## WORK REQUIRED
The records below are to be transcribed in full, exactly as given.

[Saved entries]
---*---
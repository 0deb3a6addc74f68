import { describe, expect, it } from 'vitest';
import { eigenvalues } from '../../../harness/numeric/eigen.js';
import { transposedRealFactor } from '../../../harness/numeric/orthogonal-factor.js';
import type { SquareMatrix } from '../../../harness/numeric/square-matrix.js';
import { tridiagonalEigenvalues } from '../../../harness/numeric/tridiagonal-eigenvalues.js';
import { tridiagonaliseRealBlocked } from '../../../harness/numeric/tridiagonalise-real-blocked.js';
import { gradedHermitian, oneNorm, randomHermitian } from './spectral-fixtures.js';

/**
 * The blocked reduction (dsytrd/dlatrd form) by LAPACK's normalised ratios for a tridiagonal
 * reduction, as in its dsyt21 test routine (LAPACK 3.x test suite; from memory): with Q the product
 * of the stored reflectors,
 *   ‖A − Q T Qᵀ‖₁/(N ‖A‖₁ ε) and ‖QᵀQ − I‖₁/(N ε),
 * both O(1) for a backward-stable reduction, held against 50 (the threshold of eigen.test.ts).
 * Sizes are chosen around the panel width nb (nb − 1, nb, nb + 1, 2nb ± 1, 2nb + 2, and the last
 * two columns falling in a panel of their own or not), so every panel boundary case runs.
 * The eigenvalues of T must also agree with the default path's (eigen.ts) within 50 N ε ‖A‖₁.
 */
const THRESHOLD = 50;
const EPS = Number.EPSILON;

function reductionRatios(m: SquareMatrix, panelWidth: number): { residual: number; orthogonality: number } {
  const n = m.size;
  const reduction = tridiagonaliseRealBlocked(m.data, n, true, panelWidth);
  const reflectors = reduction.reflectors ?? new Float64Array(0);
  // Row r of qt is column r of Q.
  const qt = n >= 3 ? transposedRealFactor(reflectors, reduction.tau, n) : identity(n);
  const { diagonal, offDiagonal } = reduction.tridiagonal;
  // (T Qᵀ)[r][j] from the three non-zero entries of row r of T.
  const tqt = new Float64Array(n * n);
  for (let r = 0; r < n; r++) {
    for (let j = 0; j < n; j++) {
      let x = diagonal[r] * qt[r * n + j];
      if (r > 0) x += offDiagonal[r - 1] * qt[(r - 1) * n + j];
      if (r < n - 1) x += offDiagonal[r] * qt[(r + 1) * n + j];
      tqt[r * n + j] = x;
    }
  }
  const residual = new Float64Array(n * n);
  const gram = new Float64Array(n * n);
  for (let i = 0; i < n; i++) {
    for (let j = 0; j < n; j++) {
      let qtq = 0;
      let a = 0;
      for (let r = 0; r < n; r++) {
        a += qt[r * n + i] * tqt[r * n + j];
        qtq += qt[i * n + r] * qt[j * n + r];
      }
      residual[i * n + j] = m.data[Math.max(i, j) * n + Math.min(i, j)] - a;
      gram[i * n + j] = qtq - (i === j ? 1 : 0);
    }
  }
  const norm = Math.max(oneNorm(m), Number.MIN_VALUE);
  return {
    residual: columnSumNorm(residual, n) / (Math.max(n, 1) * norm * EPS),
    orthogonality: columnSumNorm(gram, n) / (Math.max(n, 1) * EPS),
  };
}

function columnSumNorm(x: Float64Array, n: number): number {
  let best = 0;
  for (let j = 0; j < n; j++) {
    let s = 0;
    for (let i = 0; i < n; i++) s += Math.abs(x[i * n + j]);
    best = Math.max(best, s);
  }
  return best;
}

function identity(n: number): Float64Array {
  const out = new Float64Array(n * n);
  for (let i = 0; i < n; i++) out[i * n + i] = 1;
  return out;
}

function expectReduction(label: string, m: SquareMatrix, panelWidth: number): void {
  const { residual, orthogonality } = reductionRatios(m, panelWidth);
  expect(residual, `${label} nb=${panelWidth}: ‖A − QTQᵀ‖/(N‖A‖ε)`).toBeLessThan(THRESHOLD);
  expect(orthogonality, `${label} nb=${panelWidth}: ‖QᵀQ − I‖/(Nε)`).toBeLessThan(THRESHOLD);
  const values = tridiagonalEigenvalues(tridiagonaliseRealBlocked(m.data, m.size, false, panelWidth).tridiagonal);
  const reference = eigenvalues(m);
  const tolerance = THRESHOLD * Math.max(m.size, 1) * EPS * Math.max(oneNorm(m), Number.MIN_VALUE);
  for (let k = 0; k < m.size; k++) {
    const diff = Math.abs(values[k] - reference[k]);
    expect(diff, `${label} nb=${panelWidth}: λ[${k}] blocked ${values[k]}, default ${reference[k]}, tolerance ${tolerance}`).toBeLessThanOrEqual(tolerance);
  }
}

describe('blocked Householder reduction (dsytrd/dlatrd form)', () => {
  it('panel boundaries: sizes around nb and 2nb, for nb = 1, 2, 3, 8', () => {
    for (const nb of [1, 2, 3, 8]) {
      for (const n of new Set([1, 2, 3, 4, nb - 1, nb, nb + 1, nb + 2, 2 * nb - 1, 2 * nb, 2 * nb + 1, 2 * nb + 2, 3 * nb + 5])) {
        if (n >= 1) expectReduction(`random N=${n}`, randomHermitian('real', n, 1000 * nb + n), nb);
      }
    }
  });

  it('the default panel width (32) at N = 31, 32, 33, 65 and 70', () => {
    for (const n of [31, 32, 33, 65, 70]) expectReduction(`random N=${n}`, randomHermitian('real', n, 2000 + n), 32);
  });

  it('graded (24 orders of magnitude), already tridiagonal (τ = 0) and zero matrices', () => {
    expectReduction('graded N=25', gradedHermitian('real', 25, 7, 12), 4);
    const n = 12;
    const data = new Float64Array(n * n);
    for (let i = 0; i < n; i++) {
      data[i * n + i] = Math.cos(i);
      if (i > 0) data[i * n + i - 1] = data[(i - 1) * n + i] = 0.5;
    }
    expectReduction('tridiagonal N=12', { field: 'real', size: n, data }, 5);
    const zero = tridiagonaliseRealBlocked(new Float64Array(36), 6, false, 2);
    expect(Array.from(zero.tridiagonal.diagonal)).toEqual([0, 0, 0, 0, 0, 0]);
    expect(Array.from(zero.tridiagonal.offDiagonal)).toEqual([0, 0, 0, 0, 0]);
  });

  it('entries near the underflow threshold take dlarfg’s rescaling and still reduce stably', () => {
    const m = randomHermitian('real', 20, 77);
    const tiny: SquareMatrix = { field: 'real', size: 20, data: m.data.map((x) => x * 1e-300) };
    expectReduction('tiny N=20', tiny, 6);
  });

  it('reads only the lower triangle and rejects a bad panel width', () => {
    const m = randomHermitian('real', 10, 5);
    const scrambled = Float64Array.from(m.data);
    for (let i = 0; i < 10; i++) for (let j = i + 1; j < 10; j++) scrambled[i * 10 + j] = 1e300;
    const a = tridiagonaliseRealBlocked(m.data, 10, false, 3).tridiagonal;
    const b = tridiagonaliseRealBlocked(scrambled, 10, false, 3).tridiagonal;
    expect(Array.from(b.diagonal)).toEqual(Array.from(a.diagonal));
    expect(Array.from(b.offDiagonal)).toEqual(Array.from(a.offDiagonal));
    expect(() => tridiagonaliseRealBlocked(m.data, 10, false, 0)).toThrow(RangeError);
  });
});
---*---
## RESPONSE
repository 0deb3a6addc74f68
import { describe, expect, it } from 'vitest';
import { eigenvalues } from '../../../harness/numeric/eigen.js';
import { transposedRealFactor } from '../../../harness/numeric/orthogonal-factor.js';
import type { SquareMatrix } from '../../../harness/numeric/square-matrix.js';
import { tridiagonalEigenvalues } from '../../../harness/numeric/tridiagonal-eigenvalues.js';
import { tridiagonaliseRealBlocked } from '../../../harness/numeric/tridiagonalise-real-blocked.js';
import { gradedHermitian, oneNorm, randomHermitian } from './spectral-fixtures.js';

/**
 * The blocked reduction (dsytrd/dlatrd form) by LAPACK's normalised ratios for a tridiagonal
 * reduction, as in its dsyt21 test routine (LAPACK 3.x test suite; from memory): with Q the product
 * of the stored reflectors,
 *   ‖A − Q T Qᵀ‖₁/(N ‖A‖₁ ε) and ‖QᵀQ − I‖₁/(N ε),
 * both O(1) for a backward-stable reduction, held against 50 (the threshold of eigen.test.ts).
 * Sizes are chosen around the panel width nb (nb − 1, nb, nb + 1, 2nb ± 1, 2nb + 2, and the last
 * two columns falling in a panel of their own or not), so every panel boundary case runs.
 * The eigenvalues of T must also agree with the default path's (eigen.ts) within 50 N ε ‖A‖₁.
 */
const THRESHOLD = 50;
const EPS = Number.EPSILON;

function reductionRatios(m: SquareMatrix, panelWidth: number): { residual: number; orthogonality: number } {
  const n = m.size;
  const reduction = tridiagonaliseRealBlocked(m.data, n, true, panelWidth);
  const reflectors = reduction.reflectors ?? new Float64Array(0);
  // Row r of qt is column r of Q.
  const qt = n >= 3 ? transposedRealFactor(reflectors, reduction.tau, n) : identity(n);
  const { diagonal, offDiagonal } = reduction.tridiagonal;
  // (T Qᵀ)[r][j] from the three non-zero entries of row r of T.
  const tqt = new Float64Array(n * n);
  for (let r = 0; r < n; r++) {
    for (let j = 0; j < n; j++) {
      let x = diagonal[r] * qt[r * n + j];
      if (r > 0) x += offDiagonal[r - 1] * qt[(r - 1) * n + j];
      if (r < n - 1) x += offDiagonal[r] * qt[(r + 1) * n + j];
      tqt[r * n + j] = x;
    }
  }
  const residual = new Float64Array(n * n);
  const gram = new Float64Array(n * n);
  for (let i = 0; i < n; i++) {
    for (let j = 0; j < n; j++) {
      let qtq = 0;
      let a = 0;
      for (let r = 0; r < n; r++) {
        a += qt[r * n + i] * tqt[r * n + j];
        qtq += qt[i * n + r] * qt[j * n + r];
      }
      residual[i * n + j] = m.data[Math.max(i, j) * n + Math.min(i, j)] - a;
      gram[i * n + j] = qtq - (i === j ? 1 : 0);
    }
  }
  const norm = Math.max(oneNorm(m), Number.MIN_VALUE);
  return {
    residual: columnSumNorm(residual, n) / (Math.max(n, 1) * norm * EPS),
    orthogonality: columnSumNorm(gram, n) / (Math.max(n, 1) * EPS),
  };
}

function columnSumNorm(x: Float64Array, n: number): number {
  let best = 0;
  for (let j = 0; j < n; j++) {
    let s = 0;
    for (let i = 0; i < n; i++) s += Math.abs(x[i * n + j]);
    best = Math.max(best, s);
  }
  return best;
}

function identity(n: number): Float64Array {
  const out = new Float64Array(n * n);
  for (let i = 0; i < n; i++) out[i * n + i] = 1;
  return out;
}

function expectReduction(label: string, m: SquareMatrix, panelWidth: number): void {
  const { residual, orthogonality } = reductionRatios(m, panelWidth);
  expect(residual, `${label} nb=${panelWidth}: ‖A − QTQᵀ‖/(N‖A‖ε)`).toBeLessThan(THRESHOLD);
  expect(orthogonality, `${label} nb=${panelWidth}: ‖QᵀQ − I‖/(Nε)`).toBeLessThan(THRESHOLD);
  const values = tridiagonalEigenvalues(tridiagonaliseRealBlocked(m.data, m.size, false, panelWidth).tridiagonal);
  const reference = eigenvalues(m);
  const tolerance = THRESHOLD * Math.max(m.size, 1) * EPS * Math.max(oneNorm(m), Number.MIN_VALUE);
  for (let k = 0; k < m.size; k++) {
    const diff = Math.abs(values[k] - reference[k]);
    expect(diff, `${label} nb=${panelWidth}: λ[${k}] blocked ${values[k]}, default ${reference[k]}, tolerance ${tolerance}`).toBeLessThanOrEqual(tolerance);
  }
}

describe('blocked Householder reduction (dsytrd/dlatrd form)', () => {
  it('panel boundaries: sizes around nb and 2nb, for nb = 1, 2, 3, 8', () => {
    for (const nb of [1, 2, 3, 8]) {
      for (const n of new Set([1, 2, 3, 4, nb - 1, nb, nb + 1, nb + 2, 2 * nb - 1, 2 * nb, 2 * nb + 1, 2 * nb + 2, 3 * nb + 5])) {
        if (n >= 1) expectReduction(`random N=${n}`, randomHermitian('real', n, 1000 * nb + n), nb);
      }
    }
  });

  it('the default panel width (32) at N = 31, 32, 33, 65 and 70', () => {
    for (const n of [31, 32, 33, 65, 70]) expectReduction(`random N=${n}`, randomHermitian('real', n, 2000 + n), 32);
  });

  it('graded (24 orders of magnitude), already tridiagonal (τ = 0) and zero matrices', () => {
    expectReduction('graded N=25', gradedHermitian('real', 25, 7, 12), 4);
    const n = 12;
    const data = new Float64Array(n * n);
    for (let i = 0; i < n; i++) {
      data[i * n + i] = Math.cos(i);
      if (i > 0) data[i * n + i - 1] = data[(i - 1) * n + i] = 0.5;
    }
    expectReduction('tridiagonal N=12', { field: 'real', size: n, data }, 5);
    const zero = tridiagonaliseRealBlocked(new Float64Array(36), 6, false, 2);
    expect(Array.from(zero.tridiagonal.diagonal)).toEqual([0, 0, 0, 0, 0, 0]);
    expect(Array.from(zero.tridiagonal.offDiagonal)).toEqual([0, 0, 0, 0, 0]);
  });

  it('entries near the underflow threshold take dlarfg’s rescaling and still reduce stably', () => {
    const m = randomHermitian('real', 20, 77);
    const tiny: SquareMatrix = { field: 'real', size: 20, data: m.data.map((x) => x * 1e-300) };
    expectReduction('tiny N=20', tiny, 6);
  });

  it('reads only the lower triangle and rejects a bad panel width', () => {
    const m = randomHermitian('real', 10, 5);
    const scrambled = Float64Array.from(m.data);
    for (let i = 0; i < 10; i++) for (let j = i + 1; j < 10; j++) scrambled[i * 10 + j] = 1e300;
    const a = tridiagonaliseRealBlocked(m.data, 10, false, 3).tridiagonal;
    const b = tridiagonaliseRealBlocked(scrambled, 10, false, 3).tridiagonal;
    expect(Array.from(b.diagonal)).toEqual(Array.from(a.diagonal));
    expect(Array.from(b.offDiagonal)).toEqual(Array.from(a.offDiagonal));
    expect(() => tridiagonaliseRealBlocked(m.data, 10, false, 0)).toThrow(RangeError);
  });
});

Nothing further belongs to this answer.